*Exercise*. Count every line that includes the string "independent" in the entries that follow. Nothing besides the number is needed.

--- START ---

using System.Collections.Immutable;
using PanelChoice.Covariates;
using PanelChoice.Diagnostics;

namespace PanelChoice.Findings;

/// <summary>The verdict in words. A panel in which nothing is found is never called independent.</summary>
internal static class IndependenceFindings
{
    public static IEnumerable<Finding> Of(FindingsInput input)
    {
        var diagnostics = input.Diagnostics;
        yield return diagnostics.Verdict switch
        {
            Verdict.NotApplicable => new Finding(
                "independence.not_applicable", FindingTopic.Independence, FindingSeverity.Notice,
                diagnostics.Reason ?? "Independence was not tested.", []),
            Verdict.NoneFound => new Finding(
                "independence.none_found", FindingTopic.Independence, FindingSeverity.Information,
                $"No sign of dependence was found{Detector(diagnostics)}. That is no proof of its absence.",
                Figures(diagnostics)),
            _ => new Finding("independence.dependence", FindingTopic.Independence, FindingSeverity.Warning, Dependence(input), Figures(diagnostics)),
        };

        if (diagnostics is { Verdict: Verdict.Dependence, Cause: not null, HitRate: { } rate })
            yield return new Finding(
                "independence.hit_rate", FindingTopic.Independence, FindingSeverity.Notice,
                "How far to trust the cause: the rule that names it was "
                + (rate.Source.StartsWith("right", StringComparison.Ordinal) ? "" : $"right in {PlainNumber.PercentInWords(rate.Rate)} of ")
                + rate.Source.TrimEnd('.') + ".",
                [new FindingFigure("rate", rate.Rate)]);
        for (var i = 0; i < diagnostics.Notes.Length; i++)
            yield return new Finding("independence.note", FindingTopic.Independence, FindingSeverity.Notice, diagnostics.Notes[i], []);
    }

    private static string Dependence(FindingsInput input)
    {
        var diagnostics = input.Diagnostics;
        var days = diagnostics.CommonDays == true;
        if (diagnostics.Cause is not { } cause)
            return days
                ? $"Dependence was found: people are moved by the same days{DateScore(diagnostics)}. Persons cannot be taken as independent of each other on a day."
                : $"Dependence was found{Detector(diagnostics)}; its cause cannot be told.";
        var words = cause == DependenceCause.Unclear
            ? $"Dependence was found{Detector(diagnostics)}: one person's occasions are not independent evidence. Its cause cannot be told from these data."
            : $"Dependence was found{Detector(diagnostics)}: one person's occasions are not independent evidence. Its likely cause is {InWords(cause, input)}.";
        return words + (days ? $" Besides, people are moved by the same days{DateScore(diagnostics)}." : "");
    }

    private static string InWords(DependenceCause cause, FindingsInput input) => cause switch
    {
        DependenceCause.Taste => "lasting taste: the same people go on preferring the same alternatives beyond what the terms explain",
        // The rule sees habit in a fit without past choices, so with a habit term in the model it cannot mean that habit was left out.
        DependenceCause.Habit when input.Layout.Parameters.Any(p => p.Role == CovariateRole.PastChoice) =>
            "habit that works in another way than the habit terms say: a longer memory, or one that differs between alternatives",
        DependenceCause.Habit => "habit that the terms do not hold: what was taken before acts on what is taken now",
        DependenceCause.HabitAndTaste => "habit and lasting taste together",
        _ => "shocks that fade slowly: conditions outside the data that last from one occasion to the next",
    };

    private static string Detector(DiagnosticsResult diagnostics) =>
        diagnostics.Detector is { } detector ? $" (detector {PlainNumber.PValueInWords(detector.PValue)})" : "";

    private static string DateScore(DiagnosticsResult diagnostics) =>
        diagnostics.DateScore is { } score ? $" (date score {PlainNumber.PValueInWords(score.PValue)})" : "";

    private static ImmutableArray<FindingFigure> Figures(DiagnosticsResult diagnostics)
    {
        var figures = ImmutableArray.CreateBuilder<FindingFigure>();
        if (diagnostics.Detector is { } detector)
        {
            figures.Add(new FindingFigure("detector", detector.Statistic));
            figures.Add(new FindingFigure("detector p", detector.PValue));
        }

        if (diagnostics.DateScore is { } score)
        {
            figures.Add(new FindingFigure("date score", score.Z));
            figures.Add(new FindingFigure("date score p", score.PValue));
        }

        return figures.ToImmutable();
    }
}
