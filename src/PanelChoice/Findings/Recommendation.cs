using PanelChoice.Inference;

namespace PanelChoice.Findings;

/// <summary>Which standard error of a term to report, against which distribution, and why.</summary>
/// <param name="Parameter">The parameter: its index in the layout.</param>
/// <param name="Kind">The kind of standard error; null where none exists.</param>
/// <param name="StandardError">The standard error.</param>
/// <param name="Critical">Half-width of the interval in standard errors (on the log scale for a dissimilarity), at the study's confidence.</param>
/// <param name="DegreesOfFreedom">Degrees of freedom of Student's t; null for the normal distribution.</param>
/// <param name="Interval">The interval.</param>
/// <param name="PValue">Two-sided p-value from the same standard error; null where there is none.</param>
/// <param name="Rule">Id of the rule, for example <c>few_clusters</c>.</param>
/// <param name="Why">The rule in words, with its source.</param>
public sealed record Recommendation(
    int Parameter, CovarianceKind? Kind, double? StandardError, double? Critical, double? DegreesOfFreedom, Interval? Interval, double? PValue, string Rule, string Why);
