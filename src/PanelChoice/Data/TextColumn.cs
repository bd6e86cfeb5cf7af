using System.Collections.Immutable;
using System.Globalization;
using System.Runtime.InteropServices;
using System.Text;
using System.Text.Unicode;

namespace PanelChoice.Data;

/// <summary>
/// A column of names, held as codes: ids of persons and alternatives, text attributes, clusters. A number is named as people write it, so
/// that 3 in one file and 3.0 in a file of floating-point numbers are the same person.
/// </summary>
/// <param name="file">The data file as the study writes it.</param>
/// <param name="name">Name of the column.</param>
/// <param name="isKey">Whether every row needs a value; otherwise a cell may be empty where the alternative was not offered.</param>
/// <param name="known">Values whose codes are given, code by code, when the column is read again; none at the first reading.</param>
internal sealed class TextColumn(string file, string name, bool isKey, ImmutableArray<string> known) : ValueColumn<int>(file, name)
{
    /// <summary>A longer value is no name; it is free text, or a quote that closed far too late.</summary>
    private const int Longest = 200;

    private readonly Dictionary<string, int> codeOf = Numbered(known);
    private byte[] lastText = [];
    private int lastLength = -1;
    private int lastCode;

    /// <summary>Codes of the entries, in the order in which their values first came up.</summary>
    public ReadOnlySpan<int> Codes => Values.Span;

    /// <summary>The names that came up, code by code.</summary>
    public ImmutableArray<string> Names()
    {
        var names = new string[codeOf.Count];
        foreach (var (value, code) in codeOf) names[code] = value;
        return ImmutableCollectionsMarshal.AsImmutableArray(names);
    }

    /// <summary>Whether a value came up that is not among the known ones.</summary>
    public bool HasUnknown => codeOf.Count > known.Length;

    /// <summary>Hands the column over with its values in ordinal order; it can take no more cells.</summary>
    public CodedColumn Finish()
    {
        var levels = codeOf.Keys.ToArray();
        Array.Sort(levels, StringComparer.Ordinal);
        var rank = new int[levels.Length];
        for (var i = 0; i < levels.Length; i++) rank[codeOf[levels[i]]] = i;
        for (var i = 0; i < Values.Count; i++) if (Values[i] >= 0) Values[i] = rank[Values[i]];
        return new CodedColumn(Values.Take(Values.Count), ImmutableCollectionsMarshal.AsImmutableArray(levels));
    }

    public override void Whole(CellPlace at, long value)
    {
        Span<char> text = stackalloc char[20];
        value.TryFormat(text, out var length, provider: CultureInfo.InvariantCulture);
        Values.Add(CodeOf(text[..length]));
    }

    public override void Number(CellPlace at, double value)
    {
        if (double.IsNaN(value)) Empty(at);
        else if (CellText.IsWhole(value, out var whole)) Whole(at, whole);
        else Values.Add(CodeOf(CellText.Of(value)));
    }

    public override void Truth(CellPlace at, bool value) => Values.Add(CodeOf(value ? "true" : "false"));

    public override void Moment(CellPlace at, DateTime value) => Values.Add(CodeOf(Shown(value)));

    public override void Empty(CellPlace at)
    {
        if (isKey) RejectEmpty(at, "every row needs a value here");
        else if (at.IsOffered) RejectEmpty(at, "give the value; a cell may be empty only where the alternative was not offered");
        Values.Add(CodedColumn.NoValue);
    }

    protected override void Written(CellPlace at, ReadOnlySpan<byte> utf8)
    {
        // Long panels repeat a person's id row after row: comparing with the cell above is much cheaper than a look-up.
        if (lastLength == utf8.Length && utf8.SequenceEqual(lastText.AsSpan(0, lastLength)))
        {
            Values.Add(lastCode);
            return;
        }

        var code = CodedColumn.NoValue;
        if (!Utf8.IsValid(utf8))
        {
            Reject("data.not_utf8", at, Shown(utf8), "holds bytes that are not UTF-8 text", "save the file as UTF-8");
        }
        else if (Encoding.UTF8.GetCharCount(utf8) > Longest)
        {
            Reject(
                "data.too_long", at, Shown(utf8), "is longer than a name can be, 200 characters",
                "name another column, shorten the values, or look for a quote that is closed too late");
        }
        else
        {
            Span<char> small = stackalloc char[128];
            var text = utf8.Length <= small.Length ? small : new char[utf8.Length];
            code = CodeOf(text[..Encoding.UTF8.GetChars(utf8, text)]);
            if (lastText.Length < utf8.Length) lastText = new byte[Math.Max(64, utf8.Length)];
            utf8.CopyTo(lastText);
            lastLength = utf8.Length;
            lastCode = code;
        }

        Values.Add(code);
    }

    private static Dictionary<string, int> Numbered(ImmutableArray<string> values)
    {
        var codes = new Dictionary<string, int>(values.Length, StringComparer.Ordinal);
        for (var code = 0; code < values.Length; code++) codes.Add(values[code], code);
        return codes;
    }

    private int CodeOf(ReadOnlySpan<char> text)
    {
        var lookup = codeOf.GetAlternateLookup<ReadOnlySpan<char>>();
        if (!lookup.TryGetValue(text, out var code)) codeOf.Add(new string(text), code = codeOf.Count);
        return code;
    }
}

--- END ---

*Solution*. 4